The writing dragged most of the times when the philosophers were philosophizing, but fortunately that wasn't too large a part of the film; I rate the writing good. The directing was very good.

The acting was all solid, and it was impressive to see the major characters bouncing freely between German, French, and English. (The historical Engels spoke at least nine languages, and I wouldn't be surprised to read that Marx also spoke a few more than the three in the film.) Some supporting characters seemed to fall short a bit.

One highlight of the film was its historical costumes, props, and sets; they were excellent. Although I've been more conscious of film scores since I started trying to write music, I didn't notice this film's score; it was unobtrusive, which is good, but didn't stand out as anything special.

7 Good

Since the script is the most important element of most films, and it was good, so I rate the film good overall.

Languages: German and French with English subtitles, and English.

Rating: I don't think this film has a US rating (yet), but I'd guess it would rate a "PG-13", unless some language slipped past my notice, or if a single shot of a life-drawing model and an artist bumps it to an "R"

Screening: 6 pm, Cinerama.
Audience: mostly full, about 560 seats (advertised capacity, down from about 800 before the remodel).

Snacks: cough drops.

Ads and announcements:

  • TV 5 Monde – This long-time SIFF sponsor typically has good ads.
  • Some sort of wine was advertised, but the didn't make much of an impression for me to remember anything else about it.
  • KCTS 9 – The local PBS stations was a sponsor for the film.
  • Alaska Airlines – This long-time sponsor has cute ads, this one about a barista who wants to travel.
  • Thank you, volunteers – This clip features a scene from Saturday Night Fever.
  • 2017 SIFF film montage – This was even more fun at the end of the festival than at the beginning, because now many of the shots are familiar.

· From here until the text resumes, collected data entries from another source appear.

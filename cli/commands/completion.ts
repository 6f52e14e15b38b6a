import type { Command, Context, Given } from '../command.ts'
import { completionScript, type Shell, shells } from '../completion.ts'
import { oneOf } from '../option-values.ts'

type Options = { shell: Shell }

export const completionCommand: Command<Options> = {
  about:
    'bash: put  source <(ogee completion bash)  into ~/.bashrc.\n' +
    'zsh:  put  source <(ogee completion zsh)  into ~/.zshrc, after compinit.\n' +
    'fish: write it to ~/.config/fish/completions/ogee.fish.',
  arguments: [{ name: '<shell>', says: shells.join(', '), choices: shells }],
  options: [],
  formats: [],
  examples: [{ run: 'ogee completion bash', says: 'The script for bash.' }],
  read: ({ args }: Given) => ({ shell: oneOf('completion', args[0] ?? '', shells) }),
  run: printScript,
}

async function printScript({ shell }: Options, { io, tree }: Context): Promise<number> {
  await io.write(await completionScript(tree, shell))
  return 0
}
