import { OgeeError } from '../../shared/errors.ts'
import { needsArithmetic, parseQuantity } from '../../shared/quantity/parse.ts'
import { simulatedHeader, simulatedRows } from '../../shared/simulate/csv.ts'
import { type SimulatedMeasurement, simulateUnit, unitsMost } from '../../shared/simulate/unit.ts'
import { type Applied, readApplied } from '../applied.ts'
import type { Command, Context, Given } from '../command.ts'
import { readDesign } from '../design-file.ts'
import { text, wholeNumber } from '../option-values.ts'
import { readCodes } from '../simulated-codes.ts'

type Options = {
  design: string
  units: number
  seed: number
  channel: string | undefined
  range: string | undefined
  applied: Applied
  /** What `ogee batch --format csv` printed. */
  codes: string | undefined
  unsettled: number
  instrument: string | undefined
}

export const simulateCommand: Command<Options> = {
  about:
    'Each unit has a gain and an offset drawn from the initial lines of the budget, a bow within the\n' +
    'INL, adjusters that are off within their effect tolerance, and the noise of the plan. The same seed\n' +
    'gives the same units on every machine, and unit 7 is the same unit however many are asked for.\n' +
    'With --codes (what ogee batch printed as CSV) or --applied the same units are measured again with\n' +
    'those codes loaded; units without codes are left out. Prints a points CSV, or NDJSON for ogee batch.',
  options: [
    { flags: '--design <file>', says: 'design document', required: true, completes: 'file' },
    { flags: '--units <count>', says: 'how many units', required: true },
    { flags: '--seed <number>', says: 'where the random numbers start (default 1)' },
    { flags: '--channel <name>', says: 'this channel only' },
    { flags: '--range <id>', says: 'this range only' },
    { flags: '--applied <codes>', says: 'codes loaded in every unit: neutral (default), or gain=K,offset=K' },
    {
      flags: '--codes <file>',
      says: 'codes loaded in each unit: CSV with unit, channel, range, gain_code, offset_code',
      completes: 'file',
    },
    { flags: '--unsettled <share>', says: 'share of measurements with a point read too early, such as 5 %' },
    { flags: '--instrument <id>', says: 'instrument that is said to have measured' },
  ],
  formats: ['csv', 'ndjson'],
  examples: [
    {
      run: 'ogee simulate --design design.json --units 3 --seed 7',
      says: 'Points of three units to try things with.',
    },
    {
      run: 'ogee simulate --design design.json --units 3 --seed 7 --applied gain=2593,offset=2048',
      says: 'The same three units with those codes loaded.',
    },
  ],
  read: readSimulate,
  run: simulate,
}

function readSimulate({ options }: Given): Options {
  return {
    design: text(options.design) ?? '-',
    units: wholeNumber('--units', text(options.units) ?? '', 1, unitsMost),
    seed: wholeNumber('--seed', text(options.seed) ?? '1', 0, Number.MAX_SAFE_INTEGER),
    channel: text(options.channel),
    range: text(options.range),
    applied: readApplied(text(options.applied) ?? 'neutral'),
    codes: oneOfTwo(text(options.codes), text(options.applied)),
    unsettled: shareOf(text(options.unsettled) ?? '0'),
    instrument: text(options.instrument),
  }
}

function oneOfTwo(codes: string | undefined, applied: string | undefined): string | undefined {
  if (codes === undefined || applied === undefined) return codes
  throw new OgeeError('usage', 'Give --codes or --applied, not both.')
}

function shareOf(typed: string): number {
  const read = parseQuantity(typed, { label: '--unsettled', unit: '', also: ['%'] })
  const share = read === needsArithmetic ? Number.NaN : read.unit === '%' ? read.value / 100 : read.value
  if (share >= 0 && share <= 1) return share
  throw new OgeeError('usage', `--unsettled takes a share from 0 to 1, or 0 % to 100 %; ${typed} is not one.`)
}

const chunk = 64 * 1024

async function simulate(options: Options, { io, format }: Context): Promise<number> {
  const design = await readDesign(io, options.design)
  refuseUnknown('channel', options.channel, design.channels)
  refuseUnknown(
    'range',
    options.range,
    design.ranges.map(({ id }) => id),
  )
  const isCsv = format === 'csv'
  const codesOf = options.codes === undefined ? () => options.applied : await readCodes(options.codes)
  const isLoaded = options.codes !== undefined || options.applied !== 'neutral'
  const columns = { applied: isLoaded, instrument: options.instrument }
  const bench = { codesOf, unsettled: options.unsettled }
  let pending = isCsv ? simulatedHeader({ readings: design.measurement.readings ?? 1, ...columns }) : ''
  for (let number = 0; number < options.units; number += 1) {
    for (const measurement of simulateUnit(design, options.seed, number, options, bench)) {
      pending += isCsv ? simulatedRows(measurement, columns) : asLine(measurement, options.instrument)
    }
    if (pending.length < chunk) continue
    if (!(await io.write(pending))) return 0
    pending = ''
  }
  await io.write(pending)
  return 0
}

function refuseUnknown(what: 'channel' | 'range', asked: string | undefined, known: readonly string[]): void {
  if (asked === undefined || known.includes(asked)) return
  throw new OgeeError(`${what}-unknown`, `The design has no ${what} ${asked}; it has ${known.join(', ')}.`)
}

/** The measurement as `POST /trims` takes it, save for the design. */
function asLine({ points, ...rest }: SimulatedMeasurement, instrument: string | undefined): string {
  const asPoints = points.map(({ code, readings }) =>
    readings.length > 1 ? { code, readings } : { code, measured: readings[0] },
  )
  const conditions = instrument === undefined ? {} : { conditions: { instrument } }
  return `${JSON.stringify({ ...rest, ...conditions, points: asPoints })}\n`
}
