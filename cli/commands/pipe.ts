import { errorTable, OgeeError } from '../../shared/errors.ts'
import { numberedLines } from '../batch/ndjson-items.ts'
import type { Command, Context, Given } from '../command.ts'
import type { ConnectionOptions } from '../config.ts'
import { streamText } from '../files.ts'
import { keptFetch } from '../kept-fetch.ts'
import { Answerer, type Asked } from '../pipe/answer.ts'
import { celsius } from '../quantities.ts'
import { spoolerOf } from '../record-one.ts'
import { connect, readConnection, serverAbout, serverOptions } from '../server-options.ts'
import { readUnitOptions, type UnitOptions, unitOptions } from '../unit-options.ts'

type Options = UnitOptions & ConnectionOptions

export const pipeCommand: Command<Options> = {
  about:
    'For a test program that keeps one process instead of starting one a unit. Each line of standard input is a\n' +
    'JSON object with do (trim, check or unit), an id of your own, and the fields of POST /trims (for unit: unit,\n' +
    'design, channel, range); flags complete them. Each is answered in its turn by a line with the same id, the\n' +
    'exit code that the command of that name would end with, and record, unit or problem. It ends with its input.\n' +
    `\n${serverAbout}`,
  // A key is of one measurement: a line has its own.
  options: [...unitOptions.filter(({ flags }) => !flags.startsWith('--key ')), ...serverOptions],
  formats: [],
  examples: [
    {
      run: 'ogee pipe --design DBS-A --channel 1 < questions.ndjson',
      says: 'Answers what is asked, such as {"id":1,"do":"unit","unit":"031"}, and ends.',
    },
  ],
  read: (given: Given) => ({ ...readUnitOptions(given, true), ...readConnection(given) }),
  run: pipe,
}

async function pipe(options: Options, context: Context): Promise<number> {
  const { io } = context
  const temperatureC = options.temperature === undefined ? undefined : await celsius(options.temperature)
  const spooler = await spoolerOf(options, context)
  const client = spooler?.client ?? (await connect(options, context, keptFetch()))
  const answerer = new Answerer({ client, spooler, options, temperatureC })
  const questions = questionsOf(streamText(io, '-'), answerer)
  let next = questions.next()
  for (;;) {
    const { value: asked, done } = await next
    if (done) return 0
    // The next line is read while this one is under way.
    next = questions.next()
    next.catch(() => undefined)
    const answer = await answerer.answer(asked)
    // Nobody hears the answers any more, so nothing is done for whatever else comes.
    if (!(await io.write(`${JSON.stringify(answer)}\n`))) return errorTable['answer-cut'].exit
  }
}

async function* questionsOf(pieces: AsyncIterable<string>, answerer: Answerer): AsyncGenerator<Asked> {
  for await (const lines of numberedLines(pieces)) {
    for (const { text, tooLong } of lines) {
      if (tooLong) yield { id: null, problem: new OgeeError('body-too-large', 'The line is over 1 MiB.') }
      else if (text.trim() !== '') yield answerer.read(text)
    }
  }
}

Nice editing job by Kris Boustedt.
  • Introductions of the film by SIFF Managing Director Sarah Wilke and Artistic Director Beth Barrett, both in their first full year in those positions.

Notes to myself:

SIFF statistics: 68 films (67 features, one short), 67 slots (including one panel), seven parties, including last night and two today. ("J": 46 features and seven shorts, five parties, including this morning and tonight.)